Usually, many systems can work normally at the beginning, but after a few years, some failures may occur due to external factors. This is the concept of potential failure, and functional safety design needs to consider potential failure. "In the past, the prevention of potential failure was implemented by software. Every time the software resets the microcontroller, it will check all the memory or logic. In MPC5643L, the verification function is implemented by hardware, that is, built-in self-test, which is a very important requirement for functional safety of microcontrollers.

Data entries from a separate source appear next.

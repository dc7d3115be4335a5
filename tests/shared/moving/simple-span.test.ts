import { describe, expect, it } from 'vitest';
import { analyse } from '../../../shared/engine/index.js';
import { nodeIndexOf } from '../engine/builders.js';
import { addMoving, extreme, loadingIndex, simpleSpan } from './helpers.js';

// Simply supported span L = 20 m made of 20 frame members of 1 m (nodes every metre, stations
// every 0.1 m). Loads act along −Z (Z up). Tolerances: relative 1e-9 (the engine is exact for
// point loads; the vehicle positions include every position where an axle is on a node/station).
const L = 20, kN = 1e3;

describe('simple span under a moving axle train', () => {
  // Train A: two equal axles P = 100 kN, spacing d = 4 m.
  const P = 100 * kN, d = 4;
  const trainA = [{ offset: 0, load: P }, { offset: d, load: P }];

  it('maximum midspan moment: one axle at midspan, the other at d from it', () => {
    const { b, members } = simpleSpan(L, 20);
    const m = addMoving(b, trainA, members, { step: 0.5 }).build();
    const r = analyse(m);
    const lmax = loadingIndex(r, 'LM', 'max');
    // Influence line of M at midspan: η(x) = x/2 for x ≤ L/2 (statics: R_B·L/2 = (x/L)·L/2).
    // Max: P·η(L/2) + P·η(L/2 − d) = P·L/4 + P·(L/2 − d)/2 = 5P + 3P = 8P.
    const f = r.memberForces(9, lmax); // member M10 ends at midspan (x = 10 m)
    const mid = f.M_major[f.x.length - 1];
    expect(Math.abs(mid - 8 * P) / (8 * P)).toBeLessThan(1e-9);
    // its vehicle position: the leading axle at midspan (other axle behind at 6 m) or at 14 m
    const at = r.moving!.memberPosition(9, lmax, 'M_major', f.x.length - 1)!;
    const axles = at.direction === 'forward' ? [at.lead, at.lead - d] : [at.lead, at.lead + d];
    expect(axles.some((s) => Math.abs(s - L / 2) < 1e-9)).toBe(true);
    // the min envelope of a sagging-only influence line is zero (vehicle off the span)
    const fmin = r.memberForces(9, loadingIndex(r, 'LM', 'min'));
    expect(Math.abs(fmin.M_major[fmin.x.length - 1])).toBeLessThan(1e-6 * P);
  });

  it('absolute maximum moment by the classic rule (midspan bisects axle–resultant distance)', () => {
    const { b, members } = simpleSpan(L, 20);
    // a poor step on purpose: exact positions come from axles standing on nodes and stations
    const m = addMoving(b, trainA, members, { step: 3.7 }).build();
    const r = analyse(m);
    // Classic rule (e.g. Hibbeler, Structural Analysis, "absolute maximum moment", from memory):
    // resultant R = 2P at e = d/2 from either axle; the critical axle stands at
    // x* = L/2 − e/2 = L/2 − d/4 = 9 m, and M_abs = R·(L/2 − e/2)²/L = (P/(2L))·(L − d/2)² = 8.1·P.
    const ext = extreme(m, r, loadingIndex(r, 'LM', 'max'), 'M_major', 1);
    expect(Math.abs(ext.value - 8.1 * P) / (8.1 * P)).toBeLessThan(1e-9);
    // at x* = 9 m or, by symmetry of the two directions / the equal axles, at L − 9 = 11 m
    expect([9, 11].some((x) => Math.abs(ext.x - x) < 1e-9)).toBe(true);
  });

  it('a single heavy axle alone governs when the light axle is far behind', () => {
    const { b, members } = simpleSpan(L, 20);
    // Train B: 200 kN + 20 kN at 16 m. Both on the span by the classic rule: R = 220 kN,
    // e = 20·16/220 = 1.4545 m, M = R(L/2 − e/2)²/L = 945.8 kNm < P1·L/4 = 1000 kNm (heavy axle
    // alone at midspan, light axle off the span at 26 m or −6 m). Closed form, simple statics.
    const P1 = 200 * kN, P2 = 20 * kN;
    const m = addMoving(b, [{ offset: 0, load: P1 }, { offset: 16, load: P2 }], members, { step: 1.3 }).build();
    const r = analyse(m);
    const lmax = loadingIndex(r, 'LM', 'max');
    const both = (220 * kN * (L / 2 - 1.4545454545454546 / 2) ** 2) / L;
    expect(both).toBeLessThan((P1 * L) / 4);
    const ext = extreme(m, r, lmax, 'M_major', 1);
    expect(Math.abs(ext.value - (P1 * L) / 4) / ((P1 * L) / 4)).toBeLessThan(1e-9);
    expect(Math.abs(ext.x - L / 2)).toBeLessThan(1e-9);
  });

  it('maximum end reactions: the leading axle over the support, the train on the span', () => {
    const { b, members } = simpleSpan(L, 20);
    const m = addMoving(b, trainA, members, { step: 0.7 }).build();
    const r = analyse(m);
    const lmax = loadingIndex(r, 'LM', 'max');
    // Influence line of R_A: η = 1 − x/L. Max: P·1 + P·(1 − d/L) = 1.8P (statics), upward (+Z).
    const A = nodeIndexOf(m, 'N0'), B = nodeIndexOf(m, 'N20');
    const rx = r.reactions(lmax);
    expect(Math.abs(rx[A * 6 + 2] - 1.8 * P) / (1.8 * P)).toBeLessThan(1e-9);
    expect(Math.abs(rx[B * 6 + 2] - 1.8 * P) / (1.8 * P)).toBeLessThan(1e-9);
    // the vehicle position that produced R_A: an axle over A
    const at = r.moving!.nodePosition(A, lmax, 'reaction', 2)!;
    const axles = at.direction === 'forward' ? [at.lead, at.lead - d] : [at.lead, at.lead + d];
    expect(axles.some((s) => Math.abs(s) < 1e-9)).toBe(true);
    // maximum deflection at midspan, downward: the min envelope of uz at N10. The midspan
    // deflection influence line δ(x) = x(3L² − 4x²)/(48EI) (x ≤ L/2, Roark table 8.1 case 1e,
    // from memory) is symmetric and concave, so two equal axles govern placed symmetrically,
    // at x = L/2 ∓ d/2 = 8 m and 12 m: δ = 2P·8(3L² − 4·8²)/(48EI).
    const EI = 200e9 * 1e-4;
    const dmax = (2 * P * 8 * (3 * L * L - 4 * 64)) / 48 / EI;
    const uz = r.displacements(loadingIndex(r, 'LM', 'min'))[nodeIndexOf(m, 'N10') * 6 + 2];
    expect(Math.abs(-uz - dmax) / dmax).toBeLessThan(1e-9);
  });

  it('axles off the lane carry nothing; one direction only steps one way', () => {
    const { b, members } = simpleSpan(L, 20);
    // a 30 m train: axles 30 m apart never stand on the 20 m span together
    const m = addMoving(b, [{ offset: 0, load: P }, { offset: 30, load: P }], members, { direction: 'forward', step: 1 }).build();
    const r = analyse(m);
    const lmax = loadingIndex(r, 'LM', 'max');
    const ext = extreme(m, r, lmax, 'M_major', 1);
    // one axle at a time: P·L/4 (statics)
    expect(Math.abs(ext.value - (P * L) / 4) / ((P * L) / 4)).toBeLessThan(1e-9);
    const last = r.memberForces(9, lmax).x.length - 1; // M10's end, midspan
    expect(r.moving!.memberPosition(9, lmax, 'M_major', last)!.direction).toBe('forward');
  });

  it('the influence ordinates equal a static analysis of a unit point load (all station rows)', () => {
    const { b, members } = simpleSpan(L, 20);
    // continuity at the lane's members: a fixed-ended frame, unit load at a = 0.5 m on M10 (s = 9.5 m)
    b.loadCase('UNIT').memberLoad('UNIT', 'M10', 'point', 'global_z', -1, { a: 0.5 });
    const m = addMoving(b, [{ offset: 0, load: 1 }], members).build();
    const r = analyse(m);
    const unit = loadingIndex(r, 'UNIT');
    for (const mi of [8, 9, 10]) {
      const f = r.memberForces(mi, unit);
      for (const key of ['N', 'V_major', 'M_major', 'd_major'] as const) {
        for (let st = 0; st < f.x.length; st++) {
          const line = r.moving!.influenceLine(0, { member: mi, key, station: st });
          const k = line.s.findIndex((v) => Math.abs(v - 9.5) < 1e-9);
          // superposition is exact: tolerance 1e-9 of the scale (1 N, 1 N·m, EI-scaled deflection)
          const scale = key === 'd_major' ? 1 / (200e9 * 1e-4) : 1;
          expect(Math.abs(line.value[k] - f[key][st])).toBeLessThan(1e-9 * scale);
        }
      }
    }
  });

  it('a combination with a moving case has max and min envelopes: static part plus the factored extreme', () => {
    const { b, members } = simpleSpan(L, 20);
    b.loadCase('D');
    for (const id of members) b.memberLoad('D', id, 'uniform', 'global_z', -10 * kN);
    b.combination('ULS', { D: 1.35, LM: 1.5 });
    b.combination('UPLIFT', { D: 1.0, LM: -0.5 });
    const m = addMoving(b, trainA, members, { step: 0.5 }).build();
    const r = analyse(m);
    const d = loadingIndex(r, 'D'), lmax = loadingIndex(r, 'LM', 'max'), lmin = loadingIndex(r, 'LM', 'min');
    // loadings: D, LM(max), LM(min), ULS(max), ULS(min), UPLIFT(max), UPLIFT(min)
    expect(r.loadings.map((l) => `${l.id}${l.envelope ? `:${l.envelope}` : ''}`)).toEqual(
      ['D', 'LM:max', 'LM:min', 'ULS:max', 'ULS:min', 'UPLIFT:max', 'UPLIFT:min']);
    const st = (l: number) => { const f = r.memberForces(9, l); return f.M_major[f.x.length - 1]; }; // midspan
    // superposition, definition of the envelope (issue 7): factor > 0 takes the same extreme, < 0 the opposite
    expect(st(loadingIndex(r, 'ULS', 'max'))).toBeCloseTo(1.35 * st(d) + 1.5 * st(lmax), 3);
    expect(st(loadingIndex(r, 'ULS', 'min'))).toBeCloseTo(1.35 * st(d) + 1.5 * st(lmin), 3);
    expect(st(loadingIndex(r, 'UPLIFT', 'max'))).toBeCloseTo(st(d) - 0.5 * st(lmin), 3);
    expect(st(loadingIndex(r, 'UPLIFT', 'min'))).toBeCloseTo(st(d) - 0.5 * st(lmax), 3);
  });
});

This self-test function can cover more than 90% of the error detection of memory, logic and peripherals." Yolanda pointed out.

In addition, common cause failures need to be considered. "What are common cause failures? For example , the clock is provided to many modules, and the voltage is also provided to the entire microcontroller. In addition, temperature is also an important consideration. If the chip temperature is too high, it may also cause the chip to fail." Yolanda explained the definition of common cause failures, "These common cause failures need to be detected. MPC5643L has detection of clock, voltage and temperature." Due to cost considerations and application environment reasons, microcontrollers in common applications do not have temperature sensors . These functional characteristics that consider common cause failures.

In addition, the MPC5643L also integrates an error collection and response module (FCCU) independent of the CPU. The module is also independent of the CPU in terms of clock and can operate completely independently to collect these errors and take corresponding response measures. This functional module is also not available in traditional MCUs.

Figure 4: The functional safety processor MPC5643L makes full use of multiple failure protection mechanisms such as hardware redundancy design.

Conclusion

According to Yolanda, safety prediction based on functional safety has been very mature in developed markets such as Europe, America and Japan, and many related products are about to be launched on the market, while it has just started in China. As a landmark application of safety prediction, advanced driver assistance systems have entered the R&D process of many high-end cars. For example, Freescale provides a complete set of solutions for advanced driver assistance systems, including rear-view parking assistance, panoramic assistance, and foreground safety prediction (lane departure warning, automatic cruise system, etc.). In fact, many of the world's leading automotive semiconductor solution providers are currently targeting advanced driver assistance systems, and the widespread application of automotive safety prediction based on functional safety is just around the corner.